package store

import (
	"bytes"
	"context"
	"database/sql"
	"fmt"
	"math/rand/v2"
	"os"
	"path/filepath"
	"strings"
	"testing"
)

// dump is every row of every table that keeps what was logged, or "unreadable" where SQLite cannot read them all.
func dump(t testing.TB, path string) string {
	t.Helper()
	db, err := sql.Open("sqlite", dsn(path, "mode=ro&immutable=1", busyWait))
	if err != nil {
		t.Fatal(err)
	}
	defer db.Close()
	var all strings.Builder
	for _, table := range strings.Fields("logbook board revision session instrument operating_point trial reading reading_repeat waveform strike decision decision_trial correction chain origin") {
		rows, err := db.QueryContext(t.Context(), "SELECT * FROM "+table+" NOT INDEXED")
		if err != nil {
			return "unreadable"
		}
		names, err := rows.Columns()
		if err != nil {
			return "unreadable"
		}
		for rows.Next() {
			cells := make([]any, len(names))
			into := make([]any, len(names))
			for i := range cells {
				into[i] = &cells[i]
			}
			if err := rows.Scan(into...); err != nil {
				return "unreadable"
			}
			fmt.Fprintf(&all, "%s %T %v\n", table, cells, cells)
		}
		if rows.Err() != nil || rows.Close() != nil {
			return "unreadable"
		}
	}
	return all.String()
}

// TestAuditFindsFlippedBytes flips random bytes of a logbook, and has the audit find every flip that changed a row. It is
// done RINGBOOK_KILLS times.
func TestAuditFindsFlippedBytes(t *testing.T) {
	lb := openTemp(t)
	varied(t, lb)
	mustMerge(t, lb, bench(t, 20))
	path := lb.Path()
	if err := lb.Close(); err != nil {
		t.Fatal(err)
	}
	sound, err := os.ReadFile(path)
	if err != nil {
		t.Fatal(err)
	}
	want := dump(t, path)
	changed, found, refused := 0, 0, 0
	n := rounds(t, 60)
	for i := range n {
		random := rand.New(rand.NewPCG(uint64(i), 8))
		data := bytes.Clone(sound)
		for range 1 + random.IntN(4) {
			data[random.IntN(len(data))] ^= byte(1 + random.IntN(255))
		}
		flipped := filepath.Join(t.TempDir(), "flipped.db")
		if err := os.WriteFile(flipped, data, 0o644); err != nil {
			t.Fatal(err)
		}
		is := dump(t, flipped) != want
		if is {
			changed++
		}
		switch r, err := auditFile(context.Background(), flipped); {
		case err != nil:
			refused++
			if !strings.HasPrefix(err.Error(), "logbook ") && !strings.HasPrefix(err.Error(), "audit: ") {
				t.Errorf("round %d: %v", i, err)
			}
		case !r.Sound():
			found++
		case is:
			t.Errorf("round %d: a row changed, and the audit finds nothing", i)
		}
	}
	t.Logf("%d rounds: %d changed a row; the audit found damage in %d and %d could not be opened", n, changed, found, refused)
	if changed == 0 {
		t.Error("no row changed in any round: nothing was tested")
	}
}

* _INSTRUCTIONS TO FOLLOW_:
In full and without any edits, output the material above.

* _FINAL ANSWER_:
package store

import (
	"bytes"
	"context"
	"database/sql"
	"fmt"
	"math/rand/v2"
	"os"
	"path/filepath"
	"strings"
	"testing"
)

// dump is every row of every table that keeps what was logged, or "unreadable" where SQLite cannot read them all.
func dump(t testing.TB, path string) string {
	t.Helper()
	db, err := sql.Open("sqlite", dsn(path, "mode=ro&immutable=1", busyWait))
	if err != nil {
		t.Fatal(err)
	}
	defer db.Close()
	var all strings.Builder
	for _, table := range strings.Fields("logbook board revision session instrument operating_point trial reading reading_repeat waveform strike decision decision_trial correction chain origin") {
		rows, err := db.QueryContext(t.Context(), "SELECT * FROM "+table+" NOT INDEXED")
		if err != nil {
			return "unreadable"
		}
		names, err := rows.Columns()
		if err != nil {
			return "unreadable"
		}
		for rows.Next() {
			cells := make([]any, len(names))
			into := make([]any, len(names))
			for i := range cells {
				into[i] = &cells[i]
			}
			if err := rows.Scan(into...); err != nil {
				return "unreadable"
			}
			fmt.Fprintf(&all, "%s %T %v\n", table, cells, cells)
		}
		if rows.Err() != nil || rows.Close() != nil {
			return "unreadable"
		}
	}
	return all.String()
}

// TestAuditFindsFlippedBytes flips random bytes of a logbook, and has the audit find every flip that changed a row. It is
// done RINGBOOK_KILLS times.
func TestAuditFindsFlippedBytes(t *testing.T) {
	lb := openTemp(t)
	varied(t, lb)
	mustMerge(t, lb, bench(t, 20))
	path := lb.Path()
	if err := lb.Close(); err != nil {
		t.Fatal(err)
	}
	sound, err := os.ReadFile(path)
	if err != nil {
		t.Fatal(err)
	}
	want := dump(t, path)
	changed, found, refused := 0, 0, 0
	n := rounds(t, 60)
	for i := range n {
		random := rand.New(rand.NewPCG(uint64(i), 8))
		data := bytes.Clone(sound)
		for range 1 + random.IntN(4) {
			data[random.IntN(len(data))] ^= byte(1 + random.IntN(255))
		}
		flipped := filepath.Join(t.TempDir(), "flipped.db")
		if err := os.WriteFile(flipped, data, 0o644); err != nil {
			t.Fatal(err)
		}
		is := dump(t, flipped) != want
		if is {
			changed++
		}
		switch r, err := auditFile(context.Background(), flipped); {
		case err != nil:
			refused++
			if !strings.HasPrefix(err.Error(), "logbook ") && !strings.HasPrefix(err.Error(), "audit: ") {
				t.Errorf("round %d: %v", i, err)
			}
		case !r.Sound():
			found++
		case is:
			t.Errorf("round %d: a row changed, and the audit finds nothing", i)
		}
	}
	t.Logf("%d rounds: %d changed a row; the audit found damage in %d and %d could not be opened", n, changed, found, refused)
	if changed == 0 {
		t.Error("no row changed in any round: nothing was tested")
	}
}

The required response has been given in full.